Tual Meledak, Larat Memanas
Ambon masih banyak menyimpan bara. Kali ini yang terbakar adalah Tual, Ibu Kota Kabupaten Maluku Tenggara. Peristiwa buruk ini terjadi di tengah berita membaiknya situasi keamanan di kawasan Ambon, sejak Tim Khusus ABRI yang diketuai Mayjen TNI Suaidi Marasabessy diturunkan. Sejauh ini, belum jelas apa pemicu kerusuhan yang berlangsung sejak Rabu, 31 Maret lalu, pukul 04.00 dini hari, sampai Kamis, 1 April, pukul 18.00 WIT itu. Menurut catatan petugas, sudah sepuluh orang meninggal dunia, puluhan luka berat, 90 rumah terbakar, dan tiga mobil dibakar massa. Kerusuhan ternyata cepat merambat. Pulau Larat, kecamatan yang termasuk wilayah Maluku Tenggara, termasuk arena kerusuhan yang paling parah.
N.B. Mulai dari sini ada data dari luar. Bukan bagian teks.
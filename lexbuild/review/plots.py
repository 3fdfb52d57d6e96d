"""The site's two plots as deterministic SVG (matplotlib, imported here only).

Same inputs, same bytes: a fixed ``svg.hashsalt`` (the ids matplotlib gives clip paths), no date
in the metadata, text drawn as paths (no font file to fetch), and a projection whose only
randomness is a fixed ``random_state``.
"""

from __future__ import annotations

import io
from collections.abc import Mapping, Sequence
from typing import Any

import numpy as np
import numpy.typing as npt

from lexbuild.errors import LexbuildError

__all__ = ["MAX_POINTS", "calibration_svg", "project_2d", "projection_svg"]

#: Points drawn per verb at most (a fixed-state sample beyond): a page stays light.
MAX_POINTS = 1500
_MARKERS = ("o", "s", "^", "D", "v", "P", "X", "*", "<", ">")
# A palette of our own, readable in grey when printed (alternating light and dark).
_COLOURS = ("#1e6b5c", "#d08a3c", "#2f4b7c", "#c2b280", "#8c2d19", "#7fa99f", "#4a4a4a",
            "#b5651d", "#5d8aa8", "#9a7d5a")
_METRICS = (("ari", "ARI"), ("bcubed_f1", "B-cubed F1"), ("paired_f1", "paired F1"),
            ("v_measure", "V-measure"))


def _svg(figure: Any) -> bytes:
    import matplotlib

    buffer = io.BytesIO()
    with matplotlib.rc_context({"svg.hashsalt": "lexbuild-review", "svg.fonttype": "path"}):
        figure.savefig(buffer, format="svg", metadata={"Date": None, "Creator": "lexbuild"})
    return buffer.getvalue()


def _figure(width: float, height: float) -> Any:
    try:
        import matplotlib
    except ImportError:
        raise LexbuildError("the induction diagnostics plots need matplotlib: "
                            "pip install 'lexbuild[plot]'") from None

    matplotlib.use("Agg")
    from matplotlib.figure import Figure

    return Figure(figsize=(width, height), dpi=100)


def project_2d(
    vectors: Mapping[str, npt.NDArray[np.float32]], *, random_state: int = 0,
    max_points: int = MAX_POINTS,
) -> tuple[npt.NDArray[np.float64], list[str]]:
    """Points (n, 2) on the first two principal components and the sense of each point.

    Senses are taken in sorted order; beyond ``max_points`` a sample drawn with
    ``random_state`` is kept. scikit-learn's PCA fixes the sign of each component, so the
    picture does not flip between runs.
    """
    from sklearn.decomposition import PCA

    keys = sorted(key for key in vectors if len(vectors[key]))
    if not keys:
        return np.zeros((0, 2)), []
    matrix = np.vstack([np.asarray(vectors[key], dtype=np.float64) for key in keys])
    labels = [key for key in keys for _ in range(len(vectors[key]))]
    if len(labels) > max_points:
        keep = np.sort(np.random.RandomState(random_state).choice(
            len(labels), max_points, replace=False))
        matrix = matrix[keep]
        labels = [labels[i] for i in keep]
    if len(labels) < 2 or matrix.shape[1] < 2:
        points = np.zeros((len(labels), 2))
        points[:, : min(2, matrix.shape[1])] = matrix[:, :2]
        return points, labels
    pca = PCA(n_components=2, svd_solver="full", random_state=random_state)
    return pca.fit_transform(matrix), labels


def projection_svg(
    lemma: str, vectors: Mapping[str, npt.NDArray[np.float32]], *, random_state: int = 0
) -> bytes:
    """Scatter plot of a verb's occurrence vectors, one colour and marker per sense."""
    points, labels = project_2d(vectors, random_state=random_state)
    figure = _figure(6.4, 4.6)
    axes = figure.add_subplot(1, 1, 1)
    for n, key in enumerate(sorted(set(labels))):
        mask = np.array([label == key for label in labels])
        axes.scatter(points[mask, 0], points[mask, 1], s=16, alpha=0.75,
                     marker=_MARKERS[n % len(_MARKERS)], color=_COLOURS[n % len(_COLOURS)],
                     label=f"{key} ({int(mask.sum())})", linewidths=0.4, edgecolors="#1f2a30")
    axes.set_title(lemma)
    axes.set_xlabel("PC 1")
    axes.set_ylabel("PC 2")
    axes.legend(fontsize=8, loc="best", frameon=False)
    axes.spines[["top", "right"]].set_visible(False)
    figure.tight_layout()
    return _svg(figure)


def calibration_svg(
    rows: Sequence[Mapping[str, Any]], chosen: float, labels: Mapping[str, str]
) -> bytes:
    """The threshold sweep: mean scores per threshold, the chosen threshold marked."""
    xs = [float(row["threshold"]) for row in rows]
    figure = _figure(6.8, 4.2)
    axes = figure.add_subplot(1, 1, 1)
    for n, (name, title) in enumerate(_METRICS):
        if all(name in row for row in rows):
            axes.plot(xs, [float(row[name]) for row in rows], marker=_MARKERS[n], markersize=4,
                      color=_COLOURS[n], linewidth=1.2, label=title)
    axes.axvline(chosen, color="#8c2d19", linestyle="--", linewidth=1.2,
                 label=f"{labels['chosen']} {chosen:g}")
    axes.set_xlabel(labels["threshold"])
    axes.set_ylabel(labels["score"])
    axes.set_ylim(-0.05, 1.05)
    axes.legend(fontsize=8, loc="best", frameon=False)
    axes.spines[["top", "right"]].set_visible(False)
    figure.tight_layout()
    return _svg(figure)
Susahnya, hingga Jumat malam lalu, handy-talkie, satu-satunya alat komunikasi yang menghubungkan Tual dan Larat, sama sekali terputus. Begitu pula transportasi melalui laut. Akibatnya, bagaimana duduk perkara kejadian serta berapa korban yang jatuh belum bisa dideteksi. Menurut informasi sementara, kerusuhan di Larat?yang didominasi masyarakat muslim?terjadi saat salat Jumat sedang berlangsung. Informasi lain mengabarkan, kerusuhan terjadi setelah salat Jumat. Dua desa diduga saling serang, yakni Tutrean dan Metuan, dan mengakibatkan 60 rumah terbakar. Karena simpang-siurnya situasi, berapa jumlah korban belum diketahui dengan pasti. Raja Tual, Haji Muhammad Tamher, berharap agar Jakarta tidak memanaskan kondisi yang sudah kacau. Tamher memohon, "Kami di sini sekarang sedang bertahan. Tolong, upayakan situasi agar dingin."

Bocoran Surat Syahganda
Belakangan ini, Menteri Koperasi dan Pembinaan Pengusaha Kecil dan Menengah Adi Sasono ramai diperbincangkan. Pemicunya adalah sepucuk surat dari Syahganda Nainggolan, mantan aktivis ITB yang kini jadi motor Partai Daulat Rakyat (PDR). Surat yang dengan cepat beredar di internet ini dengan gamblang bercerita tentang sepak terjang politik Adi Sasono, yang kini masih Ketua DPP Partai Golkar, dan PDR. Syahganda mengawali surat untuk Adi dengan salam akrab khas kawan lama. Keduanya sama-sama alumnus ITB. Selain itu, Syahganda juga melapor dan meminta persetujuan Adi Sasono untuk berbagai soal yang menyangkut sederet tokoh penting, antara lain Abdurrahman Wahid, Siti Hardijanti Rukmana, dan Hariman Siregar. Intinya, Syahganda dan Adi sedang merancang skenario yang melibatkan PDR untuk melicinkan jalan Habibie menuju kursi presiden. Nah, apakah surat tersebut sahih? Menurut pengakuan Syahganda kepada Hardy Hermawan dari TEMPO, surat itu palsu. "Itu fitnah. Tanda tangan saya tidak seperti yang tercantum di surat itu," katanya. Syahganda juga mengakui kedekatannya dengan Adi Sasono. "Bukan apa-apa, Mas Adi punya kepedulian sangat tinggi terhadap masalah kerakyatan," kata lelaki yang pernah dipenjara tiga bulan lantaran memukul seorang polisi ini. Adi Sasono juga tak membantah kedekatannya dengan Syahganda, tapi Adi membantah keterlibatan dirinya dalam pendirian PDR. Menurut Adi, pendiri PDR adalah orang-orang merdeka yang tak perlu sosok Adi Sasono untuk mendirikan partai. "Malah, itu sama dengan menghina kalau PDR dibilang berdiri karena saya," kata Adi, kalem.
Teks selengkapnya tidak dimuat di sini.